Most shepherds don't like to be alone outside. He would probably rather be inside, in the crate, than outside by himself. Is there a way to gate off a smaller room? He should not be, where you can't watch him. We use a baby gate to keep the dog in the kitchen. My laptop is on the kitchen counter, so I can sit here, while my dog chills in the kitchen. If I have another dog over and I don't want them together, they can be on opposite sides of the gate. You could tether him, while you work around the house. I taught my dog to relax, by keeping him on a leash and putting him in a down-stay. You could put your dog in a down-stay while you are doing homework, on the computer, or just taking a TV break. I would figure out something to make it work inside. I would never leave any dog outside unattended.


----------



## Duke122465 (Nov 14, 2013)

Ok thank you for your replies I will try to get ahold of some gates to keep him inside 


Sent from Petguide.com Free App


----------



## Lucy Dog (Aug 10, 2008)

Sounds like you've got a bored dog on your hands. What type of daily activity and training are you guys doing with him when you're home?
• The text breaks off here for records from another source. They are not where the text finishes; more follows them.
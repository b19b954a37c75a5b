"""A plan with a fault in nearly every cell: all are named to their place in one go."""

from __future__ import annotations

from pathlib import Path

import pytest

from tests.intake.conftest import change, places_of, set_cell, understood
from tests.intake.test_workbook import table_of, xlsx

CAMPAIGN = {
    'label = "TARN-BRIDGE"': ('label = "TARN BRIDGE"', "campaign.label"),
    'title = "Load test of the Tarnwick footbridge"': ("title = 7", "campaign.title"),
    'client = "Borough': ('customer = "Borough', "campaign.client"),
    'surroundings = "field"': ('surroundings = "moon"', "campaign.surroundings"),
    'label = "girder"': ('label = "main/girder"', "article[1].label"),
    'drawing = "TW-2217-S-014"': ("drawing = 2026-01-01", "article[1].drawing"),
    'drawing_revision = "C"': ("", "article[1].drawing_revision"),
    'modulus = "206 GPa"': ('modulus = "206"', "article[1].material.modulus"),
    "poisson_ratio = 0.3": ("poisson_ratio = 3", "article[1].material.poisson_ratio"),
    'expansion = "11.7 ppm/K"': ("expansion = 11.7", "article[1].material.expansion"),
    '"7850 kg/m3"': ('"7850 kg"', "article[1].material.density"),
    'source = "client': ("source = true #", "article[1].material.source"),
    '"80 degC"': ('"hot"', "article[1].surface.largest_process_temperature"),
    '["chlorinated solvents"]': ('"chlorinated"', "article[1].surface.forbidden_cleaners"),
    'label = "support"': ('label = "Midspan"', "article[1].zone[2].label"),
    'serial = "QB4-00317"': ("serial = 317", "module[1].serial"),
    'excitation = "2.5 V"': ('excitation = "-2.5 V"', "module[1].channel[1].excitation"),
    'range = "10 mV/V"': ('range = "10,5 mV/V"', "module[1].channel[1].range"),
    'completion = "350 ohm"\n': (
        'completion = "350 mohm"\n',
        "module[1].channel[1].completion",
    ),
    'label = "2"': ('label = "1"', "module[1].channel[2].label"),
}
CRITERIA = {
    "coverage = 2": ("coverage = 20", "decision.coverage"),
    '"goes on"': ('"maybe"', "decision.conditional_pass"),
    'conditional_fail = "blocks"': ("", "decision.conditional_fail"),
    'source = "lot certificate"': ("", "check[1].source"),
    'at_most = "0.3 %"': ("at_most = 0.3", "check[2].at_most"),
    'expected = "20 Gohm"': ('expected = "20 mohm"', "check[3].expected"),
    'largest_test_voltage = "50 V"': (
        'largest_test_voltage = "50 A"',
        "check[3].largest_test_voltage",
    ),
    'physics = ["permitted error"]': ('physics = ["luck"]', "check[3].physics"),
}
GRIDS = {
    (2, "point"): "FB 1",
    (2, "purpose"): "",
    (2, "load"): "sometimes",
    (2, "strain_min_um_per_m"): "nan",
    (2, "strain_max_um_per_m"): "1e99",
    (2, "temperature_min_degC"): "-300",
    (2, "temperature_max_degC"): "35,5",
    (2, "permitted_error_um_per_m"): "0",
    (2, "x_mm"): "12 mm",
    (2, "place_tolerance_mm"): "-1",
    (2, "axis_tolerance_deg"): "none",
    (2, "lot"): "L-0000",
    (2, "route"): "cold-weld",
    (3, "strain_max_um_per_m"): "-301",
    (3, "temperature_max_degC"): "-6",
    (3, "datum"): "x" * 501,
    (3, "axis_deg"): "",
}
CIRCUITS = {
    (2, "circuit"): "C 1",
    (2, "arrangement"): "octopus",
    (2, "arm2"): "module 350",
    (2, "arm3"): "coil 5 ohm",
    (2, "arm4"): "",
    (2, "wires"): "three",
    (2, "length_m"): "0",
    (2, "wire_ohm_per_m"): "0,055",
    (2, "marks"): "earth=W9",
    (3, "arm1"): "grid FB-7",
    (3, "arm2"): "module 350 mohm",
    (3, "wires"): "99",
    (3, "length_m"): "",
    (3, "channel"): "9",
    (3, "cable"): "CB 19",
}


def _as_workbook(file: Path) -> None:
    """The table as a spreadsheet in its place, numbers as numbers where they are."""
    file.with_suffix(".xlsx").write_bytes(xlsx(table_of(file)))
    file.unlink()


@pytest.mark.parametrize("kind", ["csv", "xlsx"])
def test_sixty_faults_of_four_files_are_each_named_to_their_place(plan: Path, kind: str) -> None:
    expected = set()
    for name, slips in (("campaign.toml", CAMPAIGN), ("criteria.toml", CRITERIA)):
        for before, (after, key) in slips.items():
            change(plan / name, before, after)
            expected.add(f"{name}, {key}")
    for name, cells in (("grids.csv", GRIDS), ("circuits.csv", CIRCUITS)):
        for (row, column), text in cells.items():
            set_cell(plan / name, row, column, text)
            expected.add(f"{name.replace('csv', kind)}, row {row}, column {column}")
        if kind == "xlsx":
            _as_workbook(plan / name)
    found = places_of(lambda: understood(plan))
    assert 60 == len(expected)
    assert set() == expected - set(found)
    # What follows from a fault, not a fault of its own: the key that was misspelt, and labels
    # that lead nowhere because the label itself is faulty.
    consequences = set(found) - expected
    assert {
        "campaign.toml, campaign.customer",
        f"grids.{kind}, row 2, column article",
        f"grids.{kind}, row 3, column article",
        f"grids.{kind}, row 3, column zone",
        f"circuits.{kind}, row 2, column arm1",
    } >= consequences, consequences
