"""The examples in the docstrings hold."""

from __future__ import annotations

import doctest
from types import ModuleType

import pytest

from gaugelog.intake import texts, typed, units


@pytest.mark.parametrize("module", [texts, typed, units], ids=lambda module: module.__name__)
def test_examples_hold(module: ModuleType) -> None:
    done = doctest.testmod(module)
    assert 0 == done.failed
    assert 0 < done.attempted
And how long are you guys gone for at a time? Being bored in an empty backyard is about the same as being bored in an empty crate. Only difference is he's safer in a crate. Just something to keep in mind.


----------



## Gretchen (Jan 20, 2011)

GSDs are one of the most loyal breeds, they want to be with you and protect you. They get big time separation anxiety. Find a way to keep him near.


----------



## misslesleedavis1 (Dec 5, 2013)

Mine has it down to a fine art, he goes outside in the morning and 10 minutes later he opens our door and lets himself in, then he heads downstairs and waits for brekky.


----------



## Eiros (Jun 30, 2011)

I wouldnt leave a dog alone outside for an extended time unsupervised; lots can happen out there. Just my opinion. Why is he out there alone if you're home? 

Get him into a routine: crate him while you're gone, exercise him until he's tired when you get home, then make him rest while you do your schoolwork. It's tough but it can be done, you have to make time for him though.


----------



## Galathiel (Nov 30, 2012)

I think the idea was for him to have some freedom by being outside while they are at school/work. I personally wouldn't leave my dog out in the yard itself, but I AM building a 10x10 kennel for him to spend mornings in. I'm gone usually at least 9 hours a day and I would like him to be able to stretch his legs. He loves being outside, but I don't want him out unsecured. You could use your outside kennel and just buy wire (chicken, whatever) to secure the top. I have seen a few pics of it done with a tree in the pen. You might search around online.


----------



## Duke122465 (Nov 14, 2013)

Someone asked why would I leave him alone outside if I'm home? I don't, he is inside with me if I'm home. As far as exercise I walk him around the subdivision but he hates it around here with all the other crazy dogs running around and a lot of them get out so I usually stick to fetch and frisbee in the yard for around 40 minutes twice a day sometimes more if he is hyper. And we have a pen for him outside like I said that I had originally planned for him so he was secured and could stretch his legs but he climbs out.... And I can't put a roof on it bc there is a huge tree in there. But him being inside in his crate safe is a important point but I just feel bad. I mean I'm not at school for very long but most of the morning. 


Sent from Petguide.com Free App


----------



## Duke122465 (Nov 14, 2013)

And I will probably give the chicken wire idea a try! Thanks for the idea


Sent from Petguide.com Free App


----------



## Eiros (Jun 30, 2011)

Duke122465 said:


> Someone asked why would I leave him alone outside if I'm home? I don't, he is inside with me if I'm home.
> 
> Sent from Petguide.com Free App


That was me who asked, since you said if you dont let him in he jumps at the glass, so I assumed you were home if you knew this? Sorry, maybe I read it wrong


----------



## doggiedad (Dec 2, 2007)

>> build him another kennel with a roof.

>> crate him indoors. find a sitter to come in
and let him out in the yard or take him for a walk.



Duke122465 said:


> Someone asked why would I leave him alone outside if I'm home? I don't, he is inside with me if I'm home. As far as exercise I walk him around the subdivision but he hates it around here with all the other crazy dogs running around and a lot of them get out so I usually stick to fetch and frisbee in the yard for around 40 minutes twice a day sometimes more if he is hyper. And we have a pen for him outside like I said that I had originally planned for him so he was secured and could stretch his legs but he climbs out.... And I can't put a roof on it bc there is a huge tree in there. But him being inside in his crate safe is a important point but I just feel bad. I mean I'm not at school for very long but most of the morning.
> 
> 
> Sent from Petguide.com Free App


----------



## NormanF (Apr 14, 2013)

German Shepherds are one of the dogs I consider to be indoor-only dogs; they want to live with you, they want to be your shadow and to give love and receive affection. They do not do well alone and if you must have a dog that can live in a kennel or spend nearly all its time outdoors, don't get a German Shepherd! 

They may appear aloof to others but they form a deep bond to their special person and they're loyal and devoted to a fault. There is nothing a German Shepherd wouldn't do to make its owner happy! Having one live with you is a special experience and its kind of like finding a soulmate. A dog that understands you and loves you unconditionally is something that is a gift!

Put up with a German Shepherd living next to you and being by your side nearly all the time, is something you will never regret! I know because my beautiful girl that's shown in my avatar has a special place in my heart.


----------